Adults With Autism Find It Hard to Recognize Facial Clues

A new study finds that adults with autism spectrum disorders (ASD) often struggle when they need to use facial clues to help perform a task.

Investigators from Brunel University London, found that while adults with ASD are able to recognize static faces, they are challenged when a task requires them to discriminate between sequences of facial motion or to use facial motion as a cue to identity.

This may result in difficulty recognizing social cues, unfamiliar people or even someone’s gender.

The research supports previous evidence to suggest that impairments in perceiving biological motion more generally may underlie difficulties in social interaction. Some have suggested that poor attention skills are at the root of the problem.

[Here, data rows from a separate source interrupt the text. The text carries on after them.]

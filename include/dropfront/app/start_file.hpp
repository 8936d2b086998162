#pragma once
#include <string_view>

namespace dropfront::app {

/// A commented problem file to begin from, complete and searchable beside the shipped parts lists.
std::string_view start_file();

}  // namespace dropfront::app
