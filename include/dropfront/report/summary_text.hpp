#pragma once
#include <string>

#include "dropfront/report/result.hpp"

namespace dropfront::report {

/// What a search found, for people: counts, the ranked sets, or what stands in the way; cautions. At most
/// kTextWidth wide, no colour, no paths.
std::string summary_text(const Result& result);

/// The part above the cautions, for several results one after the other.
std::string summary_body(const Result& result);

/// "Cautions" and the list, wrapped.
std::string cautions_text(const std::vector<std::string>& cautions);

}  // namespace dropfront::report
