#pragma once
#include <string>
#include <vector>

namespace dropfront::report {

/// What every output says of itself and of the circuit, whatever the result.
const std::vector<std::string>& standing_cautions();

/// The standing cautions followed by `own`, each once.
std::vector<std::string> with_standing_cautions(const std::vector<std::string>& own);

}  // namespace dropfront::report
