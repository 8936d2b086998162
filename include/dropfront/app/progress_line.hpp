#pragma once
#include <chrono>
#include <ostream>
#include <string>

#include "dropfront/search/search.hpp"

namespace dropfront::app {

/// One line that overwrites itself on a terminal, for anything that takes over a second. Called from one
/// thread. The clock decides what is shown, never what is found.
class ProgressLine {
 public:
  ProgressLine(std::ostream& err, bool enabled, std::string name);
  ~ProgressLine();
  ProgressLine(const ProgressLine&) = delete;
  ProgressLine& operator=(const ProgressLine&) = delete;
  void show(const search::Progress& progress);

 private:
  std::ostream& err_;
  bool enabled_;
  bool shown_ = false;
  std::string name_;
  std::chrono::steady_clock::time_point start_, last_;
};

}  // namespace dropfront::app
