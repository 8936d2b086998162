#include "app/program.hpp"

#include <fcntl.h>
#include <signal.h>
#include <sys/wait.h>
#include <unistd.h>

#include <algorithm>
#include <array>
#include <cstdlib>
#include <filesystem>
#include <fstream>
#include <iterator>
#include <nlohmann/json.hpp>
#include <sstream>

#include "support/catch.hpp"

namespace dropfront::app {

namespace fs = std::filesystem;

Workshop::Workshop() {
  folder_ = (fs::temp_directory_path() / "dropfront_workshop_XXXXXX").string();
  REQUIRE(::mkdtemp(folder_.data()) != nullptr);
  fs::create_directory_symlink(fs::path(DROPFRONT_SOURCE_DIR) / "problems", fs::path(folder_) / "problems");
  auto problem = nlohmann::ordered_json::parse(read("problems/towel-rail-timer.json"), nullptr, true, true);
  problem["parts"] = {"problems/parts/demo"};
  problem["slots"]["dropper"]["where"]["capacitance"] = {{"min", "390 nF"}, {"max", "560 nF"}};
  problem["slots"]["clamp"]["where"]["voltage"] = {{"min", "8 V"}, {"max", "9.5 V"}};
  problem["effort"] = "quick";  // looks at every design all the same, and takes no sample of builds
  write("small.json", problem.dump());
}

Workshop::~Workshop() { fs::remove_all(folder_); }

std::string Workshop::read(const std::string& relative) const {
  std::ifstream file(path(relative), std::ios::binary);
  return {std::istreambuf_iterator<char>(file), {}};
}

void Workshop::write(const std::string& relative, const std::string& content) const {
  std::ofstream(path(relative), std::ios::binary) << content;
}

bool Workshop::exists(const std::string& relative) const { return fs::exists(path(relative)); }

std::vector<std::string> Workshop::files_below(const std::string& relative) const {
  std::vector<std::string> files;
  for (const auto& entry : fs::recursive_directory_iterator(path(relative)))
    if (entry.is_regular_file()) files.push_back(fs::relative(entry.path(), path(relative)).string());
  std::sort(files.begin(), files.end());
  return files;
}

Finished Workshop::run(const std::string& arguments) const {
  const std::string command =
      "cd '" + folder_ + "' && '" DROPFRONT_PROGRAM "' " + arguments + " >.out 2>.err";
  const int state = std::system(command.c_str());
  return {WIFEXITED(state) ? WEXITSTATUS(state) : -1, read(".out"), read(".err")};
}

Finished Workshop::run_interrupted(const std::vector<std::string>& arguments, const std::string& sign) const {
  std::vector<char*> argv;
  std::string program = DROPFRONT_PROGRAM;
  argv.push_back(program.data());
  std::vector<std::string> copies = arguments;
  for (auto& argument : copies) argv.push_back(argument.data());
  argv.push_back(nullptr);
  std::array<int, 2> ends{};
  REQUIRE(::pipe(ends.data()) == 0);
  const pid_t child = ::fork();
  if (child == 0) {
    const bool ready = ::chdir(folder_.c_str()) == 0 && ::dup2(ends[1], STDOUT_FILENO) >= 0;
    ::close(ends[0]);
    ::close(ends[1]);
    if (ready) ::execv(argv[0], argv.data());
    ::_exit(127);
  }
  ::close(ends[1]);
  Finished finished;
  bool interrupted = false;
  std::array<char, 4096> buffer{};
  for (ssize_t got = 0; (got = ::read(ends[0], buffer.data(), buffer.size())) > 0;) {
    finished.out.append(buffer.data(), static_cast<std::size_t>(got));
    if (!interrupted && finished.out.find(sign) != std::string::npos) {
      ::kill(child, SIGINT);
      interrupted = true;
    }
  }
  ::close(ends[0]);
  int state = 0;
  REQUIRE(::waitpid(child, &state, 0) == child);
  finished.status = WIFEXITED(state) ? WEXITSTATUS(state) : -1;
  return finished;
}

namespace {

TEST_CASE("the program says its name, its commands and its warning") {
  const Workshop shop;
  const auto help = shop.run("--help");
  CHECK(help.status == 0);
  CHECK(help.err.empty());
  for (const char* word :
       {"search", "assess", "check", "parts", "deck", "series", "start", "mains potential"})
    CHECK(help.out.find(word) != std::string::npos);
  CHECK(shop.run("--version").out.starts_with("dropfront "));
}

TEST_CASE("the example in the help of every command works") {
  const Workshop shop;
  for (const std::string command : {"assess", "check", "parts", "series", "start", "search", "deck"}) {
    if (command == "start") {  // into a folder that may be written to
      fs::remove(shop.path("problems"));
      fs::copy(fs::path(DROPFRONT_SOURCE_DIR) / "problems", shop.path("problems"),
               fs::copy_options::recursive);
    }
    const auto help = shop.run(command + " --help");
    REQUIRE(help.status == 0);
    const std::string mark = "Example:\n  dropfront ";
    const auto at = help.out.find(mark);
    REQUIRE(at != std::string::npos);
    const auto first = at + mark.size();
    const std::string example = help.out.substr(first, help.out.find('\n', first) - first);
    INFO(example);
    const auto finished = shop.run(example);
    INFO(finished.err);
    // The bench supply of the example breaks the alarm's limits: a full answer with status 1.
    CHECK(finished.status == (command == "assess" ? 1 : 0));
    CHECK_FALSE(finished.out.empty());
  }
}

TEST_CASE("wrong usage is status 2, with the reason on standard error") {
  const Workshop shop;
  for (const char* arguments :
       {"", "seek problems/leak-alarm.json", "search", "search --effort harder x.json",
        "assess problems/leak-alarm.json", "search --threads 0 problems/leak-alarm.json", "series",
        "series abc", "series 4k7 --in E25", "parts problems/leak-alarm.json --slot clmap",
        "search problems/leak-alarm.json --time soon"}) {
    INFO(arguments);
    const auto finished = shop.run(arguments);
    CHECK(finished.status == 2);
    CHECK(finished.out.empty());
    CHECK_FALSE(finished.err.empty());
  }
  CHECK(shop.run("serch problems/leak-alarm.json").err.find("did you mean 'search'") != std::string::npos);
  CHECK(shop.run("parts problems/leak-alarm.json --slot clmap").err.find("did you mean 'clamp'") !=
        std::string::npos);
}

// Values by the series tables of IEC 60063.
TEST_CASE("series prints the neighbours of a value") {
  const Workshop shop;
  const auto finished = shop.run("series 430n --in E12");
  CHECK(finished.status == 0);
  CHECK(finished.out.find("next lower   390 nF") != std::string::npos);
  CHECK(finished.out.find("nearest      390 nF") != std::string::npos);
  CHECK(finished.out.find("next higher  470 nF") != std::string::npos);
  CHECK(shop.run("series 4k7").out.find("nearest      4.7 kohm") != std::string::npos);
}

TEST_CASE("the start file is accepted as it is, and never written over") {
  const Workshop shop;
  const auto printed = shop.run("start");
  CHECK(printed.status == 0);
  fs::create_directory_symlink(fs::path(DROPFRONT_SOURCE_DIR) / "problems" / "parts", shop.path("parts"));
  CHECK(shop.run("start mine.json").status == 0);
  CHECK(shop.read("mine.json") == printed.out);
  const auto checked = shop.run("check mine.json");
  INFO(checked.err);
  CHECK(checked.status == 0);
  shop.write("mine.json", "mine");
  CHECK(shop.run("start mine.json").status == 2);
  CHECK(shop.read("mine.json") == "mine");
}

TEST_CASE("check of a study says each default once, and its lines fit 100 columns") {
  const Workshop shop;
  const auto finished = shop.run("check problems/sensor-family.json");
  REQUIRE(finished.status == 0);
  const auto first = finished.out.find("limits.start_time");
  REQUIRE(first != std::string::npos);
  CHECK(finished.out.find("limits.start_time", first + 1) == std::string::npos);
  std::istringstream lines(finished.out);
  for (std::string line; std::getline(lines, line);) {
    INFO(line);
    // Bytes of UTF-8 that continue a letter take no column.
    CHECK(std::count_if(line.begin(), line.end(), [](char c) { return (c & 0xC0) != 0x80; }) <= 100);
  }
}

}  // namespace
}  // namespace dropfront::app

“Existing studies have suggested that biological motion deficits are accountable for impairment in social cognition, but there has been little investigation of facial motion when discussing adults with ASD,” said psychologist Dr. Justin O’Brien, one of the authors of the study.

“Our data indicates that people with ASD are unable to pick up on changing visual information that informs their judgment of someone’s identity or emotional state, and that this could contribute to difficulties in social interaction.”

Researchers followed 14 participants, each high-functioning individuals with ASD, who were asked to watch motion captured from actors and applied to a three-dimensional face.

The moving images were then used to investigate whether the participants could perceive and discriminate facial motion.

Researchers hope the findings will improve ther understanding of how and why adults with ASD have social and communication issues.

Source: Brunel University/EurekAlert

Adults With Autism Find It Hard to Recognize Facial Clues

Rick Nauert PhD

Rick Nauert, PhDDr. Rick Nauert has over 25 years experience in clinical, administrative and academic healthcare. He is currently an associate professor for Rocky Mountain University of Health Professionals doctoral program in health promotion and wellness. Dr. Nauert began his career as a clinical physical therapist and served as a regional manager for a publicly traded multidisciplinary rehabilitation agency for 12 years. He has masters degrees in health-fitness management and healthcare administration and a doctoral degree from The University of Texas at Austin focused on health care informatics, health administration, health education and health policy. His research efforts included the area of telehealth with a specialty in disease management.

APA Reference
Nauert PhD, R. (2018). Adults With Autism Find It Hard to Recognize Facial Clues. Psych Central. Retrieved on March 25, 2019, from
Scientifically Reviewed
Last updated: 8 Aug 2018
Last reviewed: By a member of our scientific advisory board on 8 Aug 2018
Published on Psych All rights reserved.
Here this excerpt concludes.